--- Saved entries ---

"""The word lists as docs/evidence.md describes them, for scripts/python_sources.py:
name keys, patterns ("Name keys and patterns"), the lexicon TOML files, the gazetteer
and the common-word list ("The lexicon files"). Independent of telltale's code."""

import os
import re
import tomllib
import unicodedata

ROOT = os.path.dirname(os.path.dirname(os.path.abspath(__file__)))
LEXICONS = os.path.join(ROOT, "reference-priors", "lexicons")
MIN_ASCII_CHARS, MIN_OTHER_CHARS = 3, 2  # shortest place name matched

# The combining marks a name key drops (docs/evidence.md, "Name keys and patterns").
OPTIONAL_MARKS = (
    (0x0300, 0x036F), (0x1AB0, 0x1AFF), (0x1DC0, 0x1DFF), (0x20D0, 0x20FF),
    (0xFE20, 0xFE2F), (0x0483, 0x0489), (0x0591, 0x05C7), (0x0610, 0x061A),
    (0x064B, 0x065F), (0x0670, 0x0670), (0x06D6, 0x06ED), (0x0730, 0x074A),
    (0xFE00, 0xFE0F), (0xE0100, 0xE01EF),
)


def name_key(s):
    """docs/evidence.md, "Name keys and patterns": compatibility forms folded, the
    optional diacritics dropped (accents, Hebrew and Arabic points), every other
    combining mark kept with the letter before it, lower case, apostrophes dropped,
    every other run of punctuation, symbols and spaces one space."""
    out, word = [], False
    for c in unicodedata.normalize("NFKD", s):
        if unicodedata.category(c).startswith("M"):
            if any(lo <= ord(c) <= hi for lo, hi in OPTIONAL_MARKS):
                continue
            if word:
                out.append(c)
        elif c.isalnum():
            out.append(c.lower())
            word = True
        elif c in "'\u2019\u02bc":
            word = False
        else:
            out.append(" ")
            word = False
    return unicodedata.normalize("NFC", " ".join("".join(out).split()))


def tokens(s):
    return [t for t in name_key(s).split(" ") if t]


def unspaced(text):
    """Scripts written without spaces (Thai, Lao, Myanmar, Khmer, kana, CJK)."""
    for c in text:
        u = ord(c)
        if (0x0E00 <= u <= 0x0EFF or 0x1000 <= u <= 0x109F or 0x1780 <= u <= 0x17FF
                or 0x3040 <= u <= 0x30FF or 0x3400 <= u <= 0x4DBF or 0x4E00 <= u <= 0x9FFF
                or 0xF900 <= u <= 0xFAFF or 0x20000 <= u <= 0x2FFFF):
            return True
    return False


def split_digits(toks):
    """For life stages: a year written against letters ("2014级", "21학번") is a word of
    its own, so every run of digits is cut from the letters around it."""
    out = []
    for t in toks:
        out.extend(m for m in re.findall(r"\d+|\D+", t) if m)
    return out


# ── Patterns ("Name keys and patterns") ──────────────────────────────────────────────

def parse_pattern(text):
    """A run of words; a trailing * makes the last one a prefix; {year} is a slot."""
    parts = []
    for raw in text.split():
        if raw == "{year}":
            parts.append(("year", None))
            continue
        toks = tokens(raw.rstrip("*"))
        for i, t in enumerate(toks):
            prefix = raw.endswith("*") and i == len(toks) - 1
            parts.append(("prefix" if prefix else "word", t))
    return parts


def parse_year(tok):
    """A `{year}` slot's word: two or four decimal digits (any script's); four-digit
    years from 1300 to 2700. (value, digits) or None."""
    if len(tok) not in (2, 4) or not all(unicodedata.decimal(c, None) is not None
                                         for c in tok):
        return None
    value = int("".join(str(unicodedata.decimal(c)) for c in tok))
    if len(tok) == 4 and not 1300 <= value <= 2700:
        return None
    return value, len(tok)


def match_at(parts, toks, start):
    """False when the pattern does not match at `start`; else the year its slot read
    (None without a slot)."""
    if start + len(parts) > len(toks):
        return False
    year = None
    for (kind, w), tok in zip(parts, toks[start:]):
        if kind == "word" and tok != w:
            return False
        if kind == "prefix" and not tok.startswith(w):
            return False
        if kind == "year":
            year = parse_year(tok)
            if year is None:
                return False
    return year


def longest(hits):
    """Among overlapping matches the longest (in words, then characters) wins, the
    earlier on a tie; matches inside one word of unspaced script may sit side by side
    unless one holds the other. The kept matches in reading order. A hit is
    (start, end, text, values, offset)."""
    order = sorted(hits, key=lambda h: (-(h[1] - h[0]), -len(h[2]), h[0]))
    kept = []
    for h in order:
        def overlaps(k):
            side_by_side = (k[1] - k[0] == 1 and h[1] - h[0] == 1 and k[0] == h[0]
                            and h[2] not in k[2] and k[2] not in h[2])
            return h[0] < k[1] and k[0] < h[1] and not side_by_side
        if not any(overlaps(k) for k in kept):
            kept.append(h)
    return sorted(kept, key=lambda h: (h[0], h[4]))


def find_inside(keys, max_chars, tok, index):
    """Words of unspaced script inside a longer word: from the left, the longest listed
    key (2+ characters, not the whole word, holding an unspaced character, neither
    starting on a combining mark nor ending just before one) at each place, then on
    after it."""
    def mark(c):
        return unicodedata.category(c).startswith("M")

    hits, at = [], 0
    while at < len(tok):
        if mark(tok[at]):
            at += 1
            continue
        step = 1
        for n in range(min(max_chars, len(tok) - at), 1, -1):
            sub = tok[at:at + n]
            if n == len(tok) or not unspaced(sub):
                continue
            if at + n < len(tok) and mark(tok[at + n]):
                continue
            if keys.get(sub):
                hits.append((index, index + 1, sub, keys[sub], at, None))
                step = n
                break
        at += step
    return hits


class Phrases:
    """Patterns with values: whole-word patterns by key (a key listed twice carries
    every value), the others (with `*` or `{year}`) in file order."""

    def __init__(self, patterns):
        self.keys, self.other, self.max_unspaced = {}, [], 0
        for parts, value in patterns:
            if all(kind == "word" for kind, _ in parts):
                key = " ".join(w for _, w in parts)
                self.keys.setdefault(key, []).append(value)
                if unspaced(key):
                    self.max_unspaced = max(self.max_unspaced, len(key))
            else:
                same = next((o for o in self.other if o[0] == parts), None)
                if same:
                    same[1].append(value)  # one pattern in several rules
                else:
                    self.other.append((parts, [value]))
        self.max_tokens = max([k.count(" ") + 1 for k in self.keys] +
                              [len(p) for p, _ in self.other] + [1])

    def values(self):
        """Every value, each once, in file order."""
        seen = {}
        for values in list(self.keys.values()) + [v for _, v in self.other]:
            for v in values:
                seen.setdefault(id(v), v)
        return list(seen.values())

    def find(self, toks):
        """(start, end, text, values, offset) of every match, the longest among overlaps."""
        hits = []
        for start in range(len(toks)):
            for n in range(1, min(self.max_tokens, len(toks) - start) + 1):
                key = " ".join(toks[start:start + n])
                if key in self.keys:
                    hits.append((start, start + n, key, self.keys[key], 0, None))
            for parts, values in self.other:
                year = match_at(parts, toks, start)
                if year is not False:
                    end = start + len(parts)
                    hits.append((start, end, " ".join(toks[start:end]), values, 0, year))
        for i, tok in enumerate(toks):
            if self.max_unspaced and unspaced(tok):
                hits += find_inside(self.keys, self.max_unspaced, tok, i)
        return longest(hits)


def find_patterns(phrases, toks):
    """(start, end, text, value, year) for every value of every match."""
    return [(h[0], h[1], h[2], v, h[5]) for h in phrases.find(toks) for v in h[3]]


# ── The data files ───────────────────────────────────────────────────────────────────

def load_vocabulary():
    with open(os.path.join(LEXICONS, "vocabulary.toml"), "rb") as f:
        doc = tomllib.load(f)
    patterns = []
    for term in doc["term"]:
        for w in term["words"]:
            patterns.append((parse_pattern(w), term))
    return Phrases(patterns)


def load_life_stages():
    with open(os.path.join(LEXICONS, "life-stages.toml"), "rb") as f:
        doc = tomllib.load(f)
    patterns = []
    for rule in doc["rule"]:
        pats = rule["patterns"]
        lists = pats.items() if isinstance(pats, dict) else [("", pats)]
        for language, lst in lists:
            calendar = CALENDARS.get(language, "gregorian")
            for p in lst:
                patterns.append((parse_pattern(p), (rule, calendar)))
    levels = []
    for level, words in doc.get("levels", {}).items():
        levels.extend((parse_pattern(w), level) for w in words)
    return Phrases(patterns), Phrases(levels)


# The calendar a pattern's years are read in, by its language (docs/evidence.md, "When").
CALENDARS = {"fa": "solar-hijri", "th": "buddhist", "ar": "hijri", "ur": "hijri"}


class Gazetteer:
    """gazetteer.tsv (docs/evidence.md, "`gazetteer.tsv` and `common-words.txt`"):
    C code population names; R code population names; P country region population
    names. Every name is indexed by its name key (ASCII keys of 3+ characters, others
    of 2+)."""

    def __init__(self):
        self.index = {}
        self.max_tokens, self.max_unspaced = 1, 0
        path = os.path.join(LEXICONS, "gazetteer.tsv")
        with open(path, encoding="utf-8") as f:
            for n, line in enumerate(f):
                if line.startswith("#") or not line.strip():
                    continue
                cols = line.rstrip("\n").split("\t")
                if cols[0] == "C":
                    place = (cols[1], None, int(cols[2]))
                    names = cols[3]
                elif cols[0] == "R":
                    place = (cols[1][:2], cols[1], int(cols[2]))
                    names = cols[3]
                elif cols[0] == "P":
                    place = (cols[1], cols[2] or None, int(cols[3]))
                    names = cols[4]
                else:
                    continue
                ref = (cols[0], n) + place
                for name in names.split("|"):
                    key = name_key(name)
                    short = MIN_ASCII_CHARS if key.isascii() else MIN_OTHER_CHARS
                    if len(key) < short:
                        continue
                    refs = self.index.setdefault(key, [])
                    if ref not in refs:
                        refs.append(ref)
                    self.max_tokens = max(self.max_tokens, key.count(" ") + 1)
                    if unspaced(key):
                        self.max_unspaced = max(self.max_unspaced, len(key))
        self.common = set()
        with open(os.path.join(LEXICONS, "common-words.txt"), encoding="utf-8") as f:
            for line in f:
                for w in line.split("#", 1)[0].split():
                    self.common.add(name_key(w))

    def mentions(self, toks):
        """(text, candidates, whether it is one common word) for every place name in the
        tokens."""
        hits = []
        for start in range(len(toks)):
            for n in range(1, min(self.max_tokens, len(toks) - start) + 1):
                key = " ".join(toks[start:start + n])
                if key in self.index:
                    hits.append((start, start + n, key, self.index[key], 0, None))
        for i, tok in enumerate(toks):
            if unspaced(tok):
                hits += find_inside(self.index, self.max_unspaced, tok, i)
        return [(text, refs, end - start == 1 and text in self.common)
                for start, end, text, refs, _offset, _year in longest(hits)]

--- Work instructions ---
All lines above that hold the string "setdefault" should be copied.

--- Task result ---
                self.keys.setdefault(key, []).append(value)
                seen.setdefault(id(v), v)
                    refs = self.index.setdefault(key, [])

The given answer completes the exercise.